Noah doesn’t look at me as he talks. He stares out the windshield, at the closed garage door, at the old basketball hoop that presumably belonged to the family who lived in this house before Sheila moved in. I nod. Of course he didn’t mention it. Of course I already knew.
“I guess I thought this would be a good way to learn more about it. What happened. What that day was like. I need to learn about the survivors. It’s not only me who’s interested. That’s why Baby Hope is so famous. Still. Even now. That’s why I think that photo is so important.”

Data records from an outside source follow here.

"""Bench checks: read a run (planned or done) and say what a careful chemist would.

A trapping run fails in a few well-known ways — the trap goes in after the fluoride, the
fluoride is short, the solvent boils off or freezes, the flask is sealed and heated past
the boiling point — and a finished run can carry numbers that cannot be true (a yield
over 100 %). These checks catch such things before the flask is set up and when the
result is written down. They are pure functions of the run (and, optionally, of the
strain engine's result dicts): no database, no UI, no printing, and a valid run never
makes them raise. Judgement thresholds are `CheckSettings`, which a lab can change.

One module per family: `addition_order` (trap before fluoride, the steps), `amounts`,
`water`, `weighed` (weighed against planned), `temperature` (heat and pressure, the vessel), `strain` (judged by
`trapbook.stability`), `outcome`, `spectrum` (what processing an attached FID found), `hrms` (HRMS and the product's formula) and `hazards`; `finding` holds the one registry of codes
(`CHECK_CODES`), `settings` the thresholds and their sources, `runner` the entry point.
Views do not call `run_checks` themselves: `trapbook.findings.findings_for` gives a run's
findings under its notebook's settings.
"""

from __future__ import annotations

from ..materials import DEFER
from .finding import CHECK_CODES, SEVERITIES, Finding
from .runner import run_checks
from .settings import SETTING_SOURCES, CheckSettings

__all__ = ["CHECK_CODES", "DEFER", "SEVERITIES", "SETTING_SOURCES", "CheckSettings", "Finding", "run_checks"]
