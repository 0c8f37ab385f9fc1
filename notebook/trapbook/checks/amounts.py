"""Amounts: can they be worked out, is there enough trap, enough fluoride per silyl group,
and is the concentration in the usual range."""

from __future__ import annotations

from .. import amounts, materials
from ..chemistry import molecules
from ..units import fmt_equiv, fmt_mmol, to_canonical
from .context import Context, line_names, listing
from .finding import Finding


def _silyl_count(line) -> int | None:
    if not line.smiles:
        return None
    return molecules.element_count(line.smiles, "Si")


def _fluoride_per_formula(line) -> float | None:
    mat = materials.recognise(line)
    if mat is not None and mat.fluoride_per_formula is not None:
        return float(mat.fluoride_per_formula)
    if line.smiles:
        return float(molecules.fluoride_count(line.smiles))
    return None


def check_amounts_known(ctx: Context) -> list[Finding]:
    if ctx.table_error is None:
        return []
    err = ctx.table_error
    hint = f" {err.hint[0].upper()}{err.hint[1:]}." if err.hint else ""
    msg = f"The amounts cannot be worked out: {err.message}. Checks of equiv, water, concentration and yield were skipped.{hint}"
    return [Finding("amounts-unknown", "warn", msg)]


def _trap_mmol(ctx: Context, line) -> float | None:
    """mmol of a trap line, using the density on file when the trap is used as a co-solvent by volume."""
    row = ctx.row(line.name)
    if row is not None and row.mmol is not None:
        return row.mmol
    mat = materials.recognise(line)
    if line.volume is None or mat is None or mat.density_g_ml is None:
        return None
    smiles = line.smiles or mat.smiles
    mw = amounts.molar_mass(line) or (molecules.molar_mass(smiles) if smiles else None)
    if not mw:
        return None
    return to_canonical(line.volume, "volume") / 1000.0 * mat.density_g_ml.value * 1000.0 / mw


def check_trap_amount(ctx: Context) -> list[Finding]:
    """Too little trap lets the intermediate find itself (dimer) before it finds the trap."""
    traps = ctx.run.lines_by_role("trap")
    if ctx.table is None or not traps:
        return []
    per = [(_trap_mmol(ctx, ln), ln) for ln in traps]
    unknown = [ln.name for n, ln in per if n is None]
    if unknown:
        msg = (
            f"The amount of trap {listing(unknown)} cannot be worked out, so its equiv were not checked. "
            "Give an amount, or a SMILES with a mass, or a density for a neat liquid."
        )
        return [Finding("trap-amount-unknown", "note", msg, unknown)]
    equiv = sum(n for n, _ in per) / ctx.table.limiting_mmol
    names = line_names(traps)
    if equiv < 1.0:
        msg = (
            f"Only {fmt_equiv(equiv)} equiv of trap for the limiting line '{ctx.table.limiting}'. "
            "Below one equiv most of the intermediate cannot be trapped, and what is left dimerises or "
            f"decomposes. Use at least {fmt_equiv(ctx.settings.trap_min_equiv)} equiv."
        )
        return [Finding("trap-low", "stop", msg, names)]
    if equiv < ctx.settings.trap_min_equiv:
        msg = (
            f"{fmt_equiv(equiv)} equiv of trap is below the working minimum of "
            f"{fmt_equiv(ctx.settings.trap_min_equiv)} equiv. The trap has to win a race against dimerisation "
            "and solvent; an excess is what wins it. Raise the trap unless it is precious."
        )
        return [Finding("trap-low", "warn", msg, names)]
    return []


def check_fluoride(ctx: Context) -> list[Finding]:
    """One fluoride per silicon to strip; fewer caps the conversion whatever else is right."""
    run = ctx.run
    precursors = run.lines_by_role("precursor")
    fluorides = run.lines_by_role("fluoride source")
    if not precursors or ctx.table is None:
        return []
    si = [(_silyl_count(ln), ln) for ln in precursors]
    if not fluorides:
        if any(n for n, _ in si):
            msg = (
                "The precursor carries silyl groups but the run has no fluoride source line, so nothing "
                "releases the intermediate. Add the fluoride source (e.g. TBAF or CsF) as a line."
            )
            return [Finding("no-fluoride", "warn", msg, line_names(precursors))]
        return []
    f_per = [(_fluoride_per_formula(ln), ln) for ln in fluorides]
    missing = [ln.name for n, ln in si if n is None] + [ln.name for n, ln in f_per if n is None]
    missing += [ln.name for ln in precursors + fluorides if (r := ctx.row(ln.name)) is None or r.mmol is None]
    if missing:
        msg = (
            f"Fluoride per silyl group cannot be counted: {listing(sorted(set(missing)))} lacks a SMILES or an "
            "amount Trapbook can work out. Add it to have the fluoride equiv checked."
        )
        return [Finding("fluoride-uncounted", "note", msg, sorted(set(missing)))]
    si_mmol = sum(n * ctx.row(ln.name).mmol for n, ln in si)
    if si_mmol <= 0:
        return []
    f_mmol = sum(n * ctx.row(ln.name).mmol for n, ln in f_per)
    ratio = f_mmol / si_mmol
    if ratio < ctx.settings.fluoride_min_per_silyl:
        msg = (
            f"The fluoride source gives {fmt_mmol(f_mmol)} mmol fluoride for {fmt_mmol(si_mmol)} mmol of silyl "
            f"groups on the precursor ({ratio:.2f} per silyl group). Each silyl group removed uses one fluoride, "
            "so at most that fraction of the precursor can react. Use at least one equiv of fluoride per silyl group."
        )
        return [Finding("fluoride-low", "warn", msg, line_names(fluorides) + line_names(precursors))]
    return []


def check_concentration(ctx: Context) -> list[Finding]:
    """Far too dilute and the trap is slow; far too concentrated and the intermediate finds itself."""
    if ctx.table is None or ctx.table.concentration_M is None:
        return []
    c = ctx.table.concentration_M
    lo, hi = ctx.settings.concentration_low_M, ctx.settings.concentration_high_M
    if lo <= c <= hi:
        return []
    side = "dilute" if c < lo else "concentrated"
    effect = (
        "the trap meets the intermediate slowly and side reactions with solvent or water win"
        if c < lo
        else "dimerisation competes with trapping and heat is hard to remove"
    )
    msg = (
        f"The run is at {c:.3g} M in '{ctx.table.limiting}', more {side} than the usual "
        f"{lo:g}-{hi:g} M: {effect}. Check the solvent volume."
    )
    return [Finding("concentration-unusual", "warn", msg)]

Noah squeezes the bridge of his nose. The gesture is cute and sad and makes me want to tap his sneaker. I like how he refers to Baby Hope as something altogether separate from me. A symbol, not a person.
He didn’t say That’s why you are so famous.
He takes off his glasses, cleans them again with his shirt, slowly—what I’m learning is a nervous habit. I get to see his face. Same Noah, only bigger, brighter, more vulnerable. He pops them back on. Noah restored.
“The fact that everyone’s still standing. It gives me faith,” he says, like he’s made some secret decision.
“But we’re not,” I say.
“We’re not what?” he asks.
“All still standing.”
“What do you mean?”
“Connie? The woman who is carrying me in the picture? Who saved me? She’s dead.” For some reason, saying Connie’s name gives me the jolt I need to put the key in the ignition and start the car. Driving is a great excuse to not have to look at Noah anymore. It’s becoming too much. He was born days before 9/11. Would it have been better if Noah had been five or ten years old when his father died? Or would it have been crueler for him to have been given an exact measure of what he’s lost?
“I didn’t know,” Noah says. “I Googled her.”
“She changed her name when she got married.”
“I’m sorry,” he says.
“I met her a few times, but I didn’t really know her know her. I was really upset when she died, though.”